+++ Hartz IV? Die SPD in der GroKo winkt ab – nicht unser Problem….+++

Hubertus Heil

Bei seiner Antrittsrede als neuer Arbeitsminister handelte Hubertus Heil das Thema Grundsicherung und Armut in Deutschland, welches seit Wochen heftig diskutiert wird, mit wenigen Worten ab, berichtet die Taz. Für die Bundesregierung sei es nicht entscheidend, „Menschen in Armut zu verwalten“, sondern „Menschen Chancen für ein selbstbestimmtes Leben zu eröffnen“, sagte Heil.

Die Aussage Heils zeigt, wie wenig die Bundesregierung daran interessiert ist, sich des Hartz IV Problems anzunehmen. Sie ist nicht einmal bereit, die Grundsicherung um monatlich 60 bis 80 Euro zu erhöhen, wie es Sozialverbände fordern. Zwar empörte sich der ein oder andere Politiker der GroKo über Jens Spahns arrogante und überhebliche Äußerungen über Hartz IV. Doch die Bundesregierung will sich lieber auf Arbeitgeber und Beschäftigte konzentrieren.

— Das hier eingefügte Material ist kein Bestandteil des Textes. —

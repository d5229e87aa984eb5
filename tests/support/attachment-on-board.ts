import type { Attachment } from '#shared/contracts/attachments.js';
import { OFFICER } from './on-board.js';

/** A recording as the server would answer it, for tests of screens. */
export function attachmentOf(changes: Partial<Attachment> = {}): Attachment {
  return {
    id: '0190a3a0-0000-7000-8000-0000000000d1',
    communityId: OFFICER.memberships?.[0]?.communityId ?? '',
    clientId: '0190a3a0-0000-4000-8000-0000000000d2',
    kind: 'recording',
    subjectType: 'figure',
    subjectId: '0190a3a0-0000-7000-8000-0000000000f1',
    title: 'Why the bowl is empty',
    speaker: 'A-2',
    naming: 'named',
    language: 'art-x-tazimel',
    consent: 'clip',
    sharingLevel: 'village',
    addedBy: 'Elder A-2',
    addedAt: '2027-03-10T06:00:00.000Z',
    parts: [
      { part: 0, contentType: 'audio/webm', bytes: 900, seconds: null },
      { part: 1, contentType: 'audio/webm', bytes: 9000, seconds: 65 },
    ],
    picture: null,
    words: [],
    hasWordsAlone: false,
    may: { writeWords: true, remove: false },
    ...changes,
  };
}
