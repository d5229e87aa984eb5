import type { Consent, ConsentContent, ConsentItemType } from '#shared/contracts/consents.js';
import type { Client } from './api.js';

/** An answer as an officer writes it down, with a witness; nothing but what is said here is ticked. */
export function consentContent(changes: Partial<ConsentContent> = {}): ConsentContent {
  return {
    answer: 'given',
    givenAs: 'person',
    giverId: null,
    giverName: 'Old Marrun',
    spokeFor: '',
    askedOn: '2026-12-01',
    askedWhere: 'Upper terraces',
    language: 'en',
    askedHow: ['spoken'],
    explainedBy: 'Officer',
    explanation: '1',
    proof: { kind: 'witness', witness: 'Tirel', attachmentId: null },
    uses: ['keep', 'show'],
    naming: 'named',
    conditions: '',
    benefits: '',
    until: null,
    reviewBy: '2027-12-01',
    afterDeath: null,
    passTo: '',
    mayWithdraw: [],
    ...changes,
  };
}

/** Somebody was asked, and nothing more. */
export function asked(changes: Partial<ConsentContent> = {}): ConsentContent {
  return consentContent({ answer: 'asked', proof: null, uses: [], naming: null, ...changes });
}

/** What is sent together with a clip, which is its proof. */
export function spokenContent(changes: Partial<ConsentContent> = {}): Omit<ConsentContent, 'proof'> {
  const { proof: _clip, ...said } = asked(changes);
  return said;
}

export function consentsPath({ communityId }: Client, consentId = '', rest = ''): string {
  return `/api/communities/${communityId}/consents${consentId === '' ? '' : `/${consentId}`}${rest}`;
}

export async function addConsent(
  client: Client,
  itemType: ConsentItemType,
  itemId: string,
  changes: Partial<ConsentContent> = {},
): Promise<Consent> {
  const body = { ...consentContent(changes), itemType, itemId };
  return (await client.post(consentsPath(client), body).expect(201)).body as Consent;
}
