import { randomUUID } from 'node:crypto';
import type { EntryInput } from '#shared/contracts/calendars.js';
import type { ConsentContent } from '#shared/contracts/consents.js';
import type { FigureInput } from '#shared/contracts/figures.js';
import { PLAIN_DETAILS, SHARED_ITEM_TYPES, type SharingChange } from '#shared/contracts/sharing.js';
import type { Client, TestApi } from './api.js';
import {
  addEntry,
  beginCalendar,
  entryInput,
  openVillage,
  publish,
  says,
  setRoles,
  submit,
  versionPath,
  type Village,
} from './calendar-api.js';
import type { Variant, VariantInput } from '#shared/contracts/variants.js';
import { variantInput } from './variant-api.js';
import { addConsent } from './consent-api.js';
import { addRecording } from './attachment-api.js';
import { addFigure, figureInput } from './figure-api.js';
import { addNote } from './notes-api.js';
import { addGroup, details } from './sharing-api.js';

/** A word that stands in one thing alone, and who may read it on the test's day. */
export interface Planted {
  word: string;
  where: string;
  for: ReadonlySet<string>;
}

export interface LevelledVillage extends Village {
  staff: Client;
  observer: Client;
  officer2: Client;
  planted: Planted[];
  calendarId: string;
  publishedNumber: number;
  reviewedNumber: number;
  /** The sealed entry and the elders' figure. */
  hiddenEntryId: string;
  hiddenFigureId: string;
  content: EntryInput;
  figure: FigureInput;
  sharingChange: SharingChange;
  /** What stands for the parameters of paths, and queries to try, by endpoint. */
  params: Record<string, readonly string[]>;
  queries: Record<string, readonly string[]>;
}

const OFFICE = ['steward', 'officer', 'giver', 'heir', 'weaver'];
const VILLAGE = [...OFFICE, 'staff', 'observer of the group'];

/**
 * A village with an entry and a figure at every level, published as far as their people agreed, and a second
 * submission in review. The giver of all that is kept is elder A-1; A-2 is their successor; A-3 and an observer
 * belong with them to a group.
 */
export async function furnishLevels(api: TestApi): Promise<LevelledVillage> {
  await api.reset();
  const village = await openVillage(api);
  const [staff, observer, officer2] = await Promise.all([
    api.signIn('staff'),
    api.signIn('observer'),
    api.signIn('officer2'),
  ]);
  const { elder, elder2, elder3, officer } = village;
  const planted: Planted[] = [];
  const plant = (where: string, seers: readonly string[]): string => {
    const word = `Zq${planted.length}xw${where.replace(/\W/gu, '')}`;
    planted.push({ word, where, for: new Set(seers) });
    return word;
  };
  const group = await addGroup(elder, 'Weavers', [elder, elder3, observer]);
  const calendar = await beginCalendar(village);
  const wordy = (word: string): Partial<EntryInput> => ({
    titleOfficer: `Do ${word}`,
    titleVillage: word,
    notes: word,
    caution: word,
    otherSigns: word,
    ifLate: word,
    giver: word,
  });
  const give = (where: string, by: Client, seers: readonly string[], changes: Partial<EntryInput>) =>
    addEntry(by, calendar.id, { ...wordy(plant(where, seers)), ...changes });

  const figures = {
    village: await addFigure(
      officer,
      named(plant('village figure', VILLAGE), plant('elders story', ['giver', 'officer', 'heir', 'weaver']), {
        storyLevel: 'elders',
      }),
    ),
    group: await addFigureBy(
      api,
      elder,
      { sharingLevel: 'group', sharing: details({ groupId: group.id }) },
      plant('group figure', ['giver', 'weaver', 'observer of the group']),
    ),
    elders: await addFigureBy(
      api,
      elder,
      { sharingLevel: 'elders' },
      plant('elders figure', ['giver', 'heir', 'weaver']),
    ),
  };
  const open = await give('open entry', officer, VILLAGE, { sharingLevel: 'open' });
  await give('village entry', officer, VILLAGE, { sharingLevel: 'village' });
  const kept = [
    await give('group entry', elder, ['giver', 'weaver', 'observer of the group'], {
      sharingLevel: 'group',
      sharing: details({ groupId: group.id }),
    }),
    await give('elders entry', elder, ['giver', 'heir', 'weaver'], {
      sharingLevel: 'elders',
      kind: 'belief',
    }),
    await give('sealed entry', elder, ['giver', 'heir'], {
      sharingLevel: 'sealed',
      sharing: details({ successorId: elder2.personId }),
    }),
    await give('season entry', elder, ['giver'], {
      sharingLevel: 'village',
      sharing: details({ tellingSeason: { from: { month: 8, day: 1 }, to: { month: 8, day: 31 } } }),
    }),
    await give('entry by a kept figure', elder, ['giver', 'heir', 'weaver'], {
      sharingLevel: 'elders',
      lead: {
        type: 'marker',
        markerKey: figures.elders.markerKey,
        phenomenon: 'heliacal-rising',
        occurrence: 1,
      },
    }),
  ];
  const variant = async (
    where: string,
    entryId: string,
    seers: readonly string[],
    level: VariantInput['sharingLevel'],
  ) => {
    const word = plant(where, seers);
    const path = `/api/calendars/${calendar.id}/entries/${entryId}/variants`;
    const body = variantInput({
      giver: word,
      note: word,
      otherSigns: word,
      ifLate: word,
      sharingLevel: level,
    });
    return (await elder.post(path, body).expect(201)).body as Variant;
  };
  const variants = [
    await variant('village variant', open.id, VILLAGE, 'village'),
    await variant('elders variant', open.id, ['giver', 'heir', 'weaver'], 'elders'),
    await variant('variant of a kept entry', kept[1]?.id ?? '', ['giver', 'heir', 'weaver'], 'village'),
  ];
  const first = await submit(officer, calendar.id);
  for (const entry of kept) {
    for (const client of [elder, elder2, elder3]) {
      await client.put(`${versionPath(first)}/entries/${entry.id}/answer`, says());
    }
  }
  const published = await publish(village, first);
  await give('later entry', officer, OFFICE, { sharingLevel: 'village' });
  const reviewed = await submit(officer, calendar.id);
  for (const entry of kept) {
    const word = plant(`answer on ${entry.content.sharingLevel} ${kept.indexOf(entry)}`, [
      'giver',
      ...answerers(entry.content),
    ]);
    await elder.put(
      `${versionPath(reviewed)}/entries/${entry.id}/answer`,
      says({ answer: 'change-this', note: word }),
    );
  }
  const consents = [
    await addConsent(officer, 'entry', open.id, {
      ...agreed(plant('consent on the open entry', OFFICE)),
      uses: ['keep', 'show', 'print'],
    }),
    await addConsent(elder, 'figure', figures.elders.id, {
      ...agreed(plant('consent on the elders figure', ['giver', 'heir', 'weaver'])),
      giverId: elder.personId,
    }),
  ];
  for (const entry of kept) {
    const { sharingLevel } = entry.content;
    const word = plant(`consent on ${sharingLevel} ${kept.indexOf(entry)}`, [
      'giver',
      ...answerers(entry.content),
    ]);
    consents.push(await addConsent(elder, 'entry', entry.id, { ...agreed(word), giverId: elder.personId }));
  }
  const [openEntry] = reviewed.entries;
  const recordings = [];
  for (const [level, seers, changes] of [
    ['village', VILLAGE, {}],
    ['elders', ['giver', 'heir', 'weaver'], {}],
    ['group', ['giver', 'weaver', 'observer of the group'], { groupId: group.id }],
    ['sealed', ['giver', 'heir'], { successorId: elder2.personId }],
  ] as const) {
    const title = plant(`${level} recording`, seers);
    recordings.push(
      await addRecording(elder, openEntry?.entryId ?? '', {
        ...{ subjectType: 'entry', title, speaker: title, sharingLevel: level, sharing: details(changes) },
      }),
    );
  }
  for (const [index, entry] of [open, ...kept].entries()) {
    const { sharingLevel } = entry.content;
    const seers = entry === open ? VILLAGE : ['giver', ...readers(entry.content)];
    await addNote(elder, { subjectId: entry.id, text: plant(`note on ${sharingLevel} ${index}`, seers) });
  }
  const forElders = plant('note for the elders', ['giver', 'heir', 'weaver']);
  await addNote(elder, { subjectId: open.id, text: forElders, level: 'elders' });
  await addNote(elder, {
    ...{ subjectType: 'figure', subjectId: figures.elders.id },
    text: plant('note on the elders figure', ['giver', 'heir', 'weaver']),
  });
  const numbers = [String(published.number), String(reviewed.number)];
  const [sealed] = kept.slice(2);
  return {
    ...village,
    ...{ staff, observer, officer2, planted },
    calendarId: calendar.id,
    publishedNumber: published.number,
    reviewedNumber: reviewed.number,
    hiddenEntryId: sealed?.id ?? '',
    hiddenFigureId: figures.elders.id,
    content: entryInput(),
    figure: figureInput(),
    sharingChange: { sharing: { level: 'sealed', ...PLAIN_DETAILS }, version: 1 },
    params: {
      communityId: [officer.communityId],
      placeId: [village.placeId],
      calendarId: [calendar.id],
      entryId: [open, ...kept].map(({ id }) => id),
      number: [...numbers, 'draft'],
      figureId: Object.values(figures).map(({ id }) => id),
      markerKey: Object.values(figures).map(({ markerKey }) => markerKey),
      itemType: [...SHARED_ITEM_TYPES],
      itemId: [...kept, ...Object.values(figures), ...recordings].map(({ id }) => id),
      groupId: [group.id],
      variantId: variants.map(({ variantId }) => variantId),
      consentId: consents.map(({ id }) => id),
      noteId: [randomUUID()],
      withdrawalId: [randomUUID()],
      attachmentId: recordings.map(({ id }) => id),
      part: ['0', '1'],
      personId: [elder.personId],
      deviceId: ['0'.repeat(64)],
    },
    queries: {
      findTimeZone: ['?latitudeDeg=12&longitudeDeg=39'],
      listStars: ['?year=2027'],
      exportStarsCsv: ['?year=2027'],
      readStar: ['?year=2027'],
      listSkylineEffects: ['?year=2027'],
      findMarkers: ['?year=2027&from=06-10', '?year=2027&from=01-10', '?year=2027&from=10-10'],
      readDrift: ['?from=1500&to=2027'],
      exportDriftCsv: ['?from=1500&to=2027'],
      readLook: Object.values(figures).map(({ markerKey }) => `?marker=${markerKey}&date=2027-06-10`),
      printLook: Object.values(figures).map(({ markerKey }) => `?marker=${markerKey}&date=2027-06-10`),
      compareVersions: [`?from=1&to=2`, '?from=1&to=draft', '?from=2&to=draft'],
      readSheet: ['?layout=month-cards', '?layout=year-board'],
      printSheet: ['?layout=month-cards'],
      listAuditEvents: ['?limit=200'],
      listNotes: [open, ...kept, ...Object.values(figures)].map(
        ({ id }) =>
          `?subjectType=${Object.values(figures).some((one) => one.id === id) ? 'figure' : 'entry'}&subjectId=${id}`,
      ),
      listAttachments: [{ id: openEntry?.entryId ?? '' }, ...kept, ...Object.values(figures)].map(
        ({ id }) =>
          `?subjectType=${Object.values(figures).some((figure) => figure.id === id) ? 'figure' : 'entry'}&subjectId=${id}`,
      ),
    },
  };
}

/** The words that somebody gives with their yes. */
function agreed(word: string): Partial<ConsentContent> {
  return { giverName: word, spokeFor: word, conditions: word, benefits: word, explainedBy: word };
}

/** Who reads a published entry besides its giver. */
function readers(content: EntryInput): string[] {
  const group = content.sharingLevel === 'group' ? ['observer of the group'] : [];
  return [...answerers(content), ...group];
}

/** Who reads what an elder said about an entry: its own people who see reviews. */
function answerers({ sharingLevel, sharing }: EntryInput): string[] {
  if (sharing?.tellingSeason) return [];
  return { open: OFFICE, village: OFFICE, group: ['weaver'], elders: ['heir', 'weaver'], sealed: ['heir'] }[
    sharingLevel
  ];
}

function named(word: string, story: string, changes: Partial<FigureInput>): Partial<FigureInput> {
  return {
    names: [{ tag: 'en', name: word }],
    story,
    variants: [{ toldBy: story, text: story }],
    ...changes,
  };
}

/** Figures are the officers' to write down; here an elder is one for a moment. */
async function addFigureBy(api: TestApi, elder: Client, changes: Partial<FigureInput>, word: string) {
  await setRoles(api, elder, ['elder', 'officer']);
  const figure = await addFigure(elder, named(word, word, changes));
  await setRoles(api, elder, ['elder']);
  return figure;
}
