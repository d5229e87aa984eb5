import { test as base, expect } from '@playwright/test';
import { JOURNEY_NOW } from './journey-clock.js';
import { JourneyProduct } from './journey-product.js';

const START_WITHIN_MS = 120_000;

/**
 * Playwright's `test` for journeys: the product runs for this file alone, the page lives at the journeys' moment, and a
 * journey fails when the page wrote a warning or an error to its console, or threw one. A journey that means to meet a
 * refusal says so: `test.use({ expectedNoise: [/409/] })`.
 */
export const test = base.extend<
  { address: string; expectedNoise: RegExp[]; quietPage: undefined },
  { product: JourneyProduct }
>({
  product: [
    async ({}, use, { workerIndex }) => {
      const product = new JourneyProduct(workerIndex);
      await use(product);
      await product.stop();
    },
    { scope: 'worker' },
  ],
  // Its start is not of the test's time.
  address: [
    async ({ product }, use, { file }) => use(await product.addressFor(file)),
    { timeout: START_WITHIN_MS },
  ],
  baseURL: ({ address }, use) => use(address),
  expectedNoise: [[], { option: true }],
  quietPage: [
    async ({ context, page, expectedNoise }, use) => {
      const noise: string[] = [];
      context.on('console', (message) => {
        if (['warning', 'error'].includes(message.type())) noise.push(`${message.type()}: ${message.text()}`);
      });
      context.on('weberror', (error) => noise.push(`thrown: ${error.error().message}`));
      await page.clock.setFixedTime(JOURNEY_NOW);
      await use(undefined);
      const unexpected = noise.filter((line) => !expectedNoise.some((pattern) => pattern.test(line)));
      expect(unexpected, 'the page wrote nothing unexpected to its console').toEqual([]);
    },
    { auto: true },
  ],
});

export { expect } from '@playwright/test';
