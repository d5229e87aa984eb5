import { describe, expect, it } from 'vitest';
import { appearance, isForVillage, isInSeason, isKept, type Shared } from '#server/policy/policy.js';
import type { Viewer } from '#server/policy/viewer.js';
import {
  PLAIN_DETAILS,
  SHARING_LEVELS,
  type SharingDetails,
  type SharingLevel,
} from '#shared/contracts/sharing.js';
import { ROLES } from '#shared/contracts/people.js';

const AUGUST = { from: { month: 8, day: 1 }, to: { month: 8, day: 31 } };

function viewer(changes: Partial<Viewer> = {}): Viewer {
  const nobody: Viewer = {
    personId: 'somebody',
    communityId: 'village',
    roles: ['observer'],
    groupIds: new Set(),
    today: '2026-08-15',
  };
  return { ...nobody, ...changes };
}

function shared(
  level: SharingLevel,
  details: Partial<SharingDetails> = {},
  changes: Partial<Shared> = {},
): Shared {
  const thing: Shared = {
    communityId: 'village',
    level,
    details: { ...PLAIN_DETAILS, ...details },
    giverId: 'giver',
    state: 'shared',
    leavesTrace: false,
  };
  return { ...thing, ...changes };
}

describe('who sees a thing', () => {
  it('is nobody where nothing is known about it, in another village, or when it is paused or withdrawn', () => {
    const giver = viewer({ personId: 'giver', roles: [...ROLES] });
    expect(appearance(giver, undefined)).toBe('none');
    expect(appearance(viewer({ communityId: 'elsewhere' }), shared('open'))).toBe('none');
    expect(appearance(giver, shared('open', {}, { state: 'paused' }))).toBe('none');
    expect(appearance(giver, shared('open', {}, { state: 'withdrawn' }))).toBe('none');
  });

  it('is everybody of the village at the levels Open and Village, in season', () => {
    for (const level of ['open', 'village'] as const) {
      for (const role of ROLES) expect(appearance(viewer({ roles: [role] }), shared(level))).toBe('full');
    }
  });

  it('is its group, and no role beside it', () => {
    const kept = shared('group', { groupId: 'weavers' });
    expect(appearance(viewer({ groupIds: new Set(['weavers']) }), kept)).toBe('full');
    expect(appearance(viewer({ groupIds: new Set(['herders']), roles: [...ROLES] }), kept)).toBe('blank');
    expect(appearance(viewer({ personId: 'giver' }), kept)).toBe('full');
  });

  it('is giver and elders at the level Elders; steward, officer and staff stand below it', () => {
    const kept = shared('elders', { trace: 'none' });
    expect(appearance(viewer({ roles: ['elder'] }), kept)).toBe('full');
    expect(appearance(viewer({ roles: ['steward', 'officer', 'staff', 'observer'] }), kept)).toBe('none');
  });

  it('is giver and one successor of what is sealed, which leaves no trace whatever was chosen', () => {
    const sealed = shared('sealed', { successorId: 'heir', trace: 'blank' });
    expect(appearance(viewer({ personId: 'giver' }), sealed)).toBe('full');
    expect(appearance(viewer({ personId: 'heir' }), sealed)).toBe('full');
    expect(appearance(viewer({ roles: [...ROLES] }), sealed)).toBe('none');
  });

  it.each([
    ['2026-07-31', 'none'],
    ['2026-08-01', 'full'],
    ['2026-08-31', 'full'],
    ['2026-09-01', 'none'],
  ] as const)('follows the telling season to the day: on %s an elder sees it as %s', (today, expected) => {
    const told = shared('elders', { tellingSeason: AUGUST, trace: 'blank' });
    expect(appearance(viewer({ roles: ['elder'], today }), told)).toBe(expected);
    expect(appearance(viewer({ personId: 'giver', today }), told)).toBe('full');
  });

  it('counts both days of a season, over New Year and to the end of February in leap years', () => {
    const winter = { from: { month: 12, day: 20 }, to: { month: 2, day: 28 } };
    const days = ['2027-12-19', '2027-12-20', '2028-01-01', '2028-02-29', '2028-03-01'];
    expect(days.map((day) => isInSeason(winter, day))).toEqual([false, true, true, true, false]);
  });

  it('puts on the board what is open or the village’s on that day, and nothing else', () => {
    expect(SHARING_LEVELS.filter((level) => isForVillage(shared(level), '2026-08-15'))).toEqual([
      'open',
      'village',
    ]);
    expect(isForVillage(shared('open', { tellingSeason: AUGUST }), '2026-12-01')).toBe(false);
    expect(isForVillage(undefined, '2026-08-15')).toBe(false);
  });

  it('leaves to its own people what the village does not see all year', () => {
    expect(SHARING_LEVELS.filter((level) => isKept(shared(level)))).toEqual(['group', 'elders', 'sealed']);
    expect(isKept(shared('village', { tellingSeason: AUGUST }))).toBe(true);
  });
});
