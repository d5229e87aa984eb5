import { spawn } from 'node:child_process';
import path from 'node:path';

const projectDir = path.resolve(import.meta.dirname, '../..');

export interface Started {
  /** Resolves when the script has printed its last words of a start. */
  readonly ready: Promise<void>;
  /** The exit code. */
  readonly ended: Promise<number | null>;
  readonly output: () => string;
  readonly kill: (signal: NodeJS.Signals) => void;
}

/** Runs a script of `docker-free-scripts` with these settings and nothing else of this process. */
export function startScript(words: readonly string[], settings: Record<string, string>): Started {
  const child = spawn(process.execPath, words, {
    cwd: projectDir,
    env: { PATH: process.env['PATH'], ...settings },
    stdio: ['ignore', 'pipe', 'pipe'],
  });
  let output = '';
  const ended = new Promise<number | null>((resolve) => {
    child.once('close', resolve);
  });
  const ready = new Promise<void>((resolve, reject) => {
    for (const stream of [child.stdout, child.stderr])
      stream.setEncoding('utf8').on('data', (text: string) => {
        output += text;
        if (output.includes('Ctrl-C stops it')) resolve();
      });
    void ended.then(() => {
      reject(new Error(`it ended before it was ready:\n${output}`));
    });
  });
  ready.catch(() => undefined);
  return { ready, ended, output: () => output, kill: (signal) => child.kill(signal) };
}
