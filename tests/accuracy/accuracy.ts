// npm run accuracy             a table for people
// npm run accuracy -- --json   one JSON line
// npm run accuracy -- --write  puts the table into README.md
import { readFileSync, writeFileSync } from 'node:fs';

import { accuracyReport } from './authorities.js';
import { withReportTable } from './report-table.js';

const README = new URL('../../README.md', import.meta.url);
const report = accuracyReport();

if (process.argv.includes('--json')) {
  process.stdout.write(`${JSON.stringify({ authorities: report })}\n`);
} else {
  for (const { name, count, meanDays, sdDays, maxDays } of report) {
    const figures = [meanDays, sdDays, maxDays].map((value) => value.toFixed(3).padStart(9)).join('');
    process.stdout.write(`${name.padEnd(38)}${String(count).padStart(5)}${figures}\n`);
  }
  process.stdout.write(`${'days: cases, mean, standard deviation, largest difference'.padStart(70)}\n`);
}
if (process.argv.includes('--write'))
  writeFileSync(README, withReportTable(readFileSync(README, 'utf8'), report));
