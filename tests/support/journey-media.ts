import { expect, type Page } from '@playwright/test';
import type { CalendarFile } from '#shared/contracts/calendar-file.js';
import type { SessionState } from '#shared/contracts/session.js';
import { attachmentInput } from './attachment-api.js';
import { plainPicture } from './media.js';

/** The person on the page adds a picture for the village to an entry of a calendar's file, by the office's name of it. */
export async function addPictureTo(page: Page, file: CalendarFile, titleOfficer: string): Promise<void> {
  const entry = file.entries.find(({ content }) => content.titleOfficer === titleOfficer);
  const session = (await (await page.request.get('/api/session')).json()) as SessionState;
  const input = attachmentInput({
    subjectType: 'entry',
    subjectId: entry?.entryId ?? '',
    title: 'A handful',
  });
  const answer = await page.request.post(
    `/api/communities/${session.memberships?.[0]?.communityId ?? ''}/attachments`,
    {
      headers: { 'X-CSRF-Token': session.csrfToken },
      multipart: {
        meta: JSON.stringify(input),
        file: { name: 'handful.png', mimeType: 'image/png', buffer: await plainPicture() },
      },
    },
  );
  expect(answer.status()).toBe(201);
}
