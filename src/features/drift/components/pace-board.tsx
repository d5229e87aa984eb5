import { useTranslation } from 'react-i18next';
import type { DriftAnswer } from '#shared/contracts/drift.js';
import { PHENOMENA } from '#shared/sky/vocabulary.js';
import { PhenomenonIcon } from '#src/ui/icons/phenomenon-icon.js';
import { Board } from '#src/ui/surfaces.js';
import { usePaceWords } from './use-pace-words.js';

/** The pace of the four days side by side: they do not move alike. */
export function PaceBoard({ drift }: { drift: DriftAnswer }) {
  const { t } = useTranslation(['drift', 'sky']);
  const paces = usePaceWords();
  return (
    <Board title={t('paces')}>
      <p className="text-small text-umber-soft">{t('pacesNote')}</p>
      <dl className="facts mt-2">
        {PHENOMENA.map((phenomenon) => (
          <div key={phenomenon} className="contents">
            <dt className="flex items-center gap-2">
              <PhenomenonIcon phenomenon={phenomenon} size={28} />
              {t(`sky:phenomenonTitle.${phenomenon}`)}
            </dt>
            <dd>{paces.short(drift.daysPerCentury[phenomenon])}</dd>
          </div>
        ))}
      </dl>
      <p className="mt-3 text-small text-umber-soft">{t('paceWhy')}</p>
    </Board>
  );
}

So will Arbeitsminister Hubertus Heil vollenden, was die alte GroKo nicht fertigbrachte. Er versprach, das Rückkehrgesetz von Teilzeit auf Vollzeit Arbeit in den ersten hundert Tagen seiner Amtszeit auf den Weg zu bringen. Heil warnte zudem davor, dass sich die arbeitende Bevölkerung und Rentner gegeneinander ausspielten. Hier scheint dem Arbeitsminister die Kleinigkeit entgangen zu sein, dass das Problem der Langzeitarbeitslosen und der steigenden Armut sowohl bei Rentnern als auch bei Alleinerziehenden nicht auf einem Generationenkonflikt beruht, sondern eine Folge der Politik der deutschen Bundesregierungen der letzten Jahre ist.

Heils Ankündigung, eine Grundrente einführen zu wollen, präsentierte er wie einen großzügigen und mildtätigen Akt der Bundesregierung: Jeder, der mindestens 35 Jahre in die Rentenversicherung eingezahlt, Kinder erzogen oder Eltern gepflegt habe, solle eine Grundrente erhalten, die 10% über der Grundsicherung liege. Zehn Prozent mehr als Hartz IV? Das dürfte für jeden, der 35 Jahre in die staatliche Rentenversicherung eingezahlt hat, ein Schlag ins Gesicht sein und kein Rezept dafür, wie man Altersarmut in Deutschland künftig verhindert.

Besondere Werbung wollte Heil anscheinend mit seinem „Masterplan“ gegen Kinderarmut machen. Der Wandel der Arbeitswelt durch die Digitalisierung werde zu einem weiteren Schwerpunkt seiner Amtszeit als Arbeitsminister. Das Bundesministerium für Arbeit und Soziales soll die „Herzkammer der Bundesregierung“ sein, sagte Heil.

Die neue Bundesregierung hat genauso wenig Konzepte für die Rückkehr Deutschlands zum Sozialstaat wie die alte GroKo. Derartig vollmundig geschwungene Reden dürften sich ebenfalls bald als warme Luft erweisen.